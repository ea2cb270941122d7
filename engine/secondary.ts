// Secondary ports: high and low waters derived from the reference port's events by time and height
// differences, interpolated between their spring and neap values by the reference port's own range.
import { StationFileError } from './errors.js';
import type {
  DifferencePair, ReferenceStation, SecondaryDifferences, SecondaryStation, Station, TideEvent,
} from './types.js';
import { itemAt } from './item.js';

/** What the secondary-port code needs of a station set (a `StationSet` fits). */
export interface StationLookup {
  byId: ReadonlyMap<string, Station>;
}

const MINUTE = 60_000;
const DAY = 86_400_000;

function fileOf(station: Station): string {
  return station.sourceFile ?? `station ${station.id}`;
}

/**
 * The reference port of a secondary port, checked here as well as by the loader: a missing reference,
 * a reference that is itself secondary, or a chain that loops back is a StationFileError.
 */
export function referencePortOf(station: SecondaryStation, set: StationLookup): ReferenceStation {
  const seen = new Set<string>([station.id]);
  const target = set.byId.get(station.reference);
  if (!target) {
    throw new StationFileError(fileOf(station), 'reference',
      `no station with id "${station.reference}" in this station set`,
      'write the id of a reference port from the same folder');
  }
  if (target.kind === 'secondary') {
    let cursor: Station | undefined = target;
    while (cursor && cursor.kind === 'secondary') {
      if (seen.has(cursor.id)) {
        throw new StationFileError(fileOf(station), 'reference',
          `the chain of references loops back to "${cursor.id}"`,
          'point the reference at a reference port (kind: reference)');
      }
      seen.add(cursor.id);
      cursor = set.byId.get(cursor.reference);
    }
    throw new StationFileError(fileOf(station), 'reference',
      `"${target.id}" is itself a secondary port`,
      'point the reference at a reference port (kind: reference)');
  }
  return target;
}

/** Mean spring and neap ranges of a reference port from M2 and S2: 2(H_M2 ± H_S2) (Pugh 1987). */
export function springNeapRanges(reference: ReferenceStation): { springs: number; neaps: number } {
  const m2 = reference.constituents['M2']?.amplitude ?? 0;
  const s2 = reference.constituents['S2']?.amplitude ?? 0;
  return { springs: 2 * (m2 + s2), neaps: 2 * (m2 - s2) };
}

/** The spring/neap factor k = (R − Rn)/(Rs − Rn): 0 at mean neaps, 1 at mean springs, linear beyond. */
export function springNeapFactor(range: number, springRange: number, neapRange: number): number {
  return (range - neapRange) / (springRange - neapRange);
}

/** A difference interpolated (and extrapolated) linearly in k: neaps + k·(springs − neaps). */
export function interpolateDifference(
  neaps: DifferencePair, springs: DifferencePair, k: number,
): DifferencePair {
  return {
    time: neaps.time + k * (springs.time - neaps.time),
    height: neaps.height + k * (springs.height - neaps.height),
  };
}

/** Range of reference event i: to the next event of the other type, else the previous one. */
function eventRange(events: readonly TideEvent[], i: number): number | null {
  const e = itemAt(events, i, 'events');
  for (let j = i + 1; j < events.length; j++) {
    if (itemAt(events, j, 'events').type !== e.type) return Math.abs(e.height - itemAt(events, j, 'events').height);
  }
  for (let j = i - 1; j >= 0; j--) {
    if (itemAt(events, j, 'events').type !== e.type) return Math.abs(e.height - itemAt(events, j, 'events').height);
  }
  return null;
}

function checkedRanges(reference: ReferenceStation, secondary: SecondaryStation) {
  const { springs, neaps } = springNeapRanges(reference);
  // Rs − Rn = 4·H_S2: without S2 springs and neaps cannot be told apart.
  if (!(springs - neaps > 1e-6)) {
    throw new StationFileError(fileOf(reference), 'constituents.S2',
      `reference port of "${secondary.id}" has no S2 amplitude, so its spring and neap ranges are equal`,
      'give the reference port its S2 constant (amplitude > 0)');
  }
  return { springs, neaps };
}

/**
 * Secondary-port events from the reference port's events (UTC ms, metres), in time order.
 * Each event is shifted on its UTC instant, never on a wall clock. Events without any event of the
 * other type to measure a range against (a lone event) are dropped.
 */
export function secondaryEventsFrom(
  referenceEvents: readonly TideEvent[],
  reference: ReferenceStation,
  secondary: SecondaryStation,
): TideEvent[] {
  const { springs, neaps } = checkedRanges(reference, secondary);
  const d: SecondaryDifferences = secondary.differences;
  const out: TideEvent[] = [];
  for (let i = 0; i < referenceEvents.length; i++) {
    const e = itemAt(referenceEvents, i, 'referenceEvents');
    const range = eventRange(referenceEvents, i);
    if (range === null) continue;
    const k = springNeapFactor(range, springs, neaps);
    const pair = e.type === 'high' ? d.high_water : d.low_water;
    const diff = interpolateDifference(pair.neaps, pair.springs, k);
    out.push({ time: e.time + Math.round(diff.time * MINUTE), type: e.type, height: e.height + diff.height });
  }
  // Different high- and low-water differences could in principle swap two close events.
  out.sort((a, b) => a.time - b.time);
  return out;
}

/**
 * How far beyond [from, to) the reference events must reach: the largest time difference (either
 * way, even extrapolated to k = ±1 past the table) plus two days so the last event still has its
 * range neighbour. The same secondary event then comes out the same whatever window asked for it.
 */
export function secondaryPaddingMs(secondary: SecondaryStation): number {
  const d = secondary.differences;
  const times = [d.high_water.springs.time, d.high_water.neaps.time, d.low_water.springs.time,
    d.low_water.neaps.time];
  const spread = Math.max(...times.map(Math.abs)) + Math.max(...times) - Math.min(...times);
  return Math.ceil(spread * MINUTE) + 2 * DAY;
}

• [What is required]: Scan the records for the string "SecondaryDifferences". Copy each line in which it appears.

• [Task solution]:
  DifferencePair, ReferenceStation, SecondaryDifferences, SecondaryStation, Station, TideEvent,
  const d: SecondaryDifferences = secondary.differences;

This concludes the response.